During the same period, SMHA observed an equally glaring lack of access to adult education for farm workers and others who had been marginalized from the formal educational system. SMHA’s Plantation Education Program, Inc. sought to dismantle generations of unfair limitations placed on educational opportunities. This program transformed into Progressive Education Program, Inc. (PEPI), providing adult education for Iberia Parish. PEPI focused on providing adult education classes, allowing plantation workers to gain a fundamental skill, that opens so many other doors: the ability to read and write. SMHA provided primarily materials support, working in partnership with the Sisters of St. Joseph who provided pedagogical expertise and instructed students. SMHA eventually transitioned PEPI to the Notre Dame Sisters who helped more than 600 people gain their high school equivalency; today, PEPI is integrated into the Southern Louisiana Community College where it belongs as a part of addressing the adult education needs of Iberia Parish families.

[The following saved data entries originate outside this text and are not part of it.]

import { describe, expect, it } from 'vitest';
import { analyseTest, type TrapFacts } from '@/lib/analysis/analyse-test';
import { regularTimebase } from '@/lib/analysis/timebase';
import { readTests } from '@/lib/import/read-tests';
import { settleAnalysis } from '@/lib/pipeline/settle';
import { toTestInput } from '@/lib/pipeline/test-input';
import { makeSignal, periodicOpenings } from '../analysis/synthetic-signal';
import { loadProfile, METER_FIXTURES } from './fixture-files';

/**
 * Settling must give exactly what analyseTest gives when it is told the reference mean
 * from the start: the pipeline analyses a test once, as it streams past, and settles the
 * reference check later. If analyseTest's wiring of reference, verdict or loss changes,
 * these fail.
 */

const TRAPS: TrapFacts[] = [
  { type: null, pressureBarg: null, sizeDn: null, orificeMm: null, outOfService: false },
  { type: 'thermodynamic_disc', pressureBarg: 8, sizeDn: 15, orificeMm: null, outOfService: false },
  { type: 'inverted_bucket', pressureBarg: 6, sizeDn: 25, orificeMm: 5, outOfService: false },
  { type: 'thermostatic_bimetallic', pressureBarg: 4, sizeDn: 20, orificeMm: null, outOfService: false },
  { type: 'float_thermostatic', pressureBarg: 10, sizeDn: 50, orificeMm: null, outOfService: true },
];
const REFERENCES = [null, 10, 25, 40, 75];

const fixtureTests = METER_FIXTURES.flatMap(({ fileName, expected, bytes }) =>
  readTests(bytes, loadProfile(expected.profile), { fileName, timeZone: expected.timeZone }).tests.filter((t) => t.role === 'trap'),
);

describe('settleAnalysis equals analyseTest with the reference known from the start', () => {
  it.each(fixtureTests.map((t) => [`${t.source.file} ${t.tag} line ${t.source.firstLine}`, t] as const))('%s', (_name, test) => {
    for (const trap of TRAPS) {
      const once = toTestInput(test, trap);
      if (!once.ok) throw new Error(once.reason);
      const provisional = analyseTest(once.input);
      for (const ref of REFERENCES) {
        const direct = analyseTest({ ...once.input, referenceMeanDb: ref });
        expect(settleAnalysis(provisional, trap, ref)).toEqual(direct);
      }
    }
  });

  it('including the rows the reference check decides (background noise), and a field note', () => {
    const s = makeSignal({ rateHz: 20, durationS: 40, openings: periodicOpenings(1, 8, 1.5, 40), closedDb: 34, openDb: 60, noiseDb: 0.5, seed: 3 });
    const input = { timebase: regularTimebase(20), levelDb: s.level, temperatureC: new Float32Array(s.level.length).fill(170), trap: TRAPS[1] };
    const provisional = analyseTest(input);
    expect(provisional.verdict.code).toBe('leaking');
    const noisyPipe = settleAnalysis(provisional, TRAPS[1], provisional.level.mean - 2);
    expect(noisyPipe.verdict.code).toBe('background_noise');
    expect(noisyPipe.loss).toBeNull();
    expect(noisyPipe).toEqual(analyseTest({ ...input, referenceMeanDb: provisional.level.mean - 2 }));
    const noted = settleAnalysis(provisional, TRAPS[1], null, true);
    expect(noted.verdict.code).toBe('out_of_service');
    expect(noted).toEqual(analyseTest({ ...input, lineOutOfServiceNote: true }));
  });
});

In the late 1980’s, international trade agreements had battered and bruised the agricultural sector across the South. In response, farmers and fishers alike had turned towards more industrial methods, including burning of sugarcane stalk after harvest in Louisiana, to be more competitive. At the same time, rural farming and fishing areas were not being protected as part of a long-term strategy of smart, environmentally sound growth. Out of this turmoil grew Southern Sustainable Agriculture Working Group (Southern SAWG), a 13-state independent network. Southern SAWG celebrated its 25th anniversary in 2017 with a conference of 1,500 attendees from 13 states. SMHA’s Sister Helen Vinton, a long-standing advocate of sustainable agriculture, launched Southern SAWG in 1991 while serving as a board member of Rural Advancement Foundation, Inc. (RAFI). Together with RAFI, SMHA hosted Southern SAWG’s first conference in New Iberia with about 30 participants. More important than the number of people is the change that Southern SAWG has created – bringing together like-minded community members, policy makers and fellow change agents from across the South to push for a more fair, sustainable and community-based approach to agriculture. Southern SAWG and its work reflects the cornerstone of SMHA’s Life Quality work, a focus on stewardship and conservation of Louisiana’s land and waters, critical to the economic future of rural communities.